E la società verificata deve essere in grado di esibire documenti comprovanti il trasferimento fisico della merce fuori dal territorio nazionale, come ad esempio le lettere di vettura internazionale (CMR) controfirmate dalla ditta acquirente.

Resta effettivamente la considerazione che la prova della quale si ravvisa la mancanza può in certi casi essere una vera e propria probatio diabolica, laddove il cedente deve verificare la destinazione della merce, una volta che questa è stata ceduta.

Tale prova, però, a ben vedere, non così complessa, visto che, nella pratica commerciale, la prova del trasferimento dei beni può essere agevolmente fornita con una serie di mezzi.

Così accade, per esempio, con il documento di trasporto internazionale "CMR", firmato sia dal trasportatore, per presa in carico della merce, sia dal destinatario, per ricevuta (la cui copia può essere richiesta al cliente comunitario con attestazione della ricevuta della merce).

Ed ancora, nel caso non si riesca ad avere copia del CMR firmato dal destinatario, può provvedersi all'invio di un fax al cliente estero, richiedendo allo stesso di confermare, stesso mezzo (anche semplicemente con firma in calce al fax ricevuto), la ricezione della merce, con riferimento alla specifica fattura.

In ogni caso, come evidenziato dalla Suprema Corte (si veda, per tutte: Cass. Sez. V, n. 3603/2009), l'onere di provare l'esistenza dello scambio intracomunitario è, in tali casi, sicuramente a carico del contribuente, anche in ragione del principio generale secondo il quale l'onere di provare la sussistenza dei presupposti di fatto, che legittimano la deroga al normale regime impositivo, è sempre a carico di chi detta deroga invochi.

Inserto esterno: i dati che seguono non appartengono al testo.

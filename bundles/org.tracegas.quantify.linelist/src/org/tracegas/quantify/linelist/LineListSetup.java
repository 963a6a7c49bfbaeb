package org.tracegas.quantify.linelist;

import java.util.Map;

import org.tracegas.library.synthesis.LineByLineModel;
import org.tracegas.preprocess.InstrumentLineShape;

/**
 * What the line-list fit knows besides the method: each compound's line-by-line model (line list, molar mass,
 * partition function, line cut-off), the gas in the sample cell and the instrument. The path length is the
 * method's.
 *
 * @param models      line-by-line model per compound, under the name the method gives the compound
 * @param temperature gas temperature in the cell, K
 * @param pressure    total gas pressure in the cell, kPa
 * @param lineShape   the instrument line shape of the spectrometer: apodization and maximum optical path difference
 * @param fieldOfView half angle of the beam through the interferometer in rad (the aperture's radius over the
 *                    collimator's focal length), in [0, 0.05]; 0 for a point source
 * @param measuredConditions whether the spectra are computed at each sample's own measured cell temperature and
 *                    pressure ({@link org.tracegas.quantify.Sample#cellTemperature()}), rather than at the stated
 *                    temperature and pressure, which then only serve to check the method when it is prepared
 */
public record LineListSetup(Map<String, LineByLineModel> models, double temperature, double pressure,
        InstrumentLineShape lineShape, double fieldOfView, boolean measuredConditions) {

    /** @throws IllegalArgumentException naming the field that is missing or out of range */
    public LineListSetup {
        if (models == null || models.isEmpty()) {
            throw new IllegalArgumentException("models must name at least one compound");
        }
        // Map.copyOf refuses null keys and values
        try {
            models = Map.copyOf(models);
        } catch (NullPointerException e) {
            throw new IllegalArgumentException("models must hold no null compound or model", e);
        }
        if (!(temperature > 0 && Double.isFinite(temperature))) {
            throw new IllegalArgumentException("temperature must be positive and finite (K), was " + temperature);
        }
        if (!(pressure > 0 && Double.isFinite(pressure))) {
            throw new IllegalArgumentException("pressure must be positive and finite (kPa), was " + pressure);
        }
        if (lineShape == null) {
            throw new IllegalArgumentException("lineShape must not be null");
        }
        // 0.05 rad is far beyond the beams of gas-analysis spectrometers (common practice, no source) and keeps
        // the small-angle form of the self-apodization valid
        if (!(fieldOfView >= 0 && fieldOfView <= 0.05)) {
            throw new IllegalArgumentException("fieldOfView must lie in [0, 0.05] rad, was " + fieldOfView);
        }
    }

    /** A setup whose spectra are computed at the stated cell temperature and pressure. */
    public LineListSetup(Map<String, LineByLineModel> models, double temperature, double pressure,
            InstrumentLineShape lineShape, double fieldOfView) {
        this(models, temperature, pressure, lineShape, fieldOfView, false);
    }

    /** The same setup at other cell conditions, K and kPa. */
    public LineListSetup at(double cellTemperature, double cellPressure) {
        return new LineListSetup(models, cellTemperature, cellPressure, lineShape, fieldOfView, measuredConditions);
    }
}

Sicché, in presenza della disciplina che prevede in via ordinaria l'assoggettamento ad IVA delle cessioni, incombe sul soggetto che intenda fruire del regime di non imponibilità, la dimostrazione dell'esistenza dei requisiti essenziali per la configurazione dell'invocata fattispecie non imponibile.

Sul tema anche la Corte di Giustizia comunitaria ha peraltro, più volte espresso il principio generale secondo il quale l'onere della prova che i beni siano stati transitati in altro Stato membro ricade sul fornitore.

La Corte di Giustizia ha infatti in particolare affermato che "l'esenzione della cessione intracomunitaria diventa applicabile solo quando il potere di disporre del bene come proprietario è stato trasmesso all'acquirente e quando il fornitore prova che tale bene è stato spedito o trasportato in altro Stato membro e che, in seguito a tale spedizione e trasporto, esso ha lasciato fisicamente il territorio dello Stato membro di cessione" (cfr: sentenza del 27.09.2007, C-409/04, punto 42; nello stesso senso: sentenza del 27.09.2007, C-184/05, punto 23).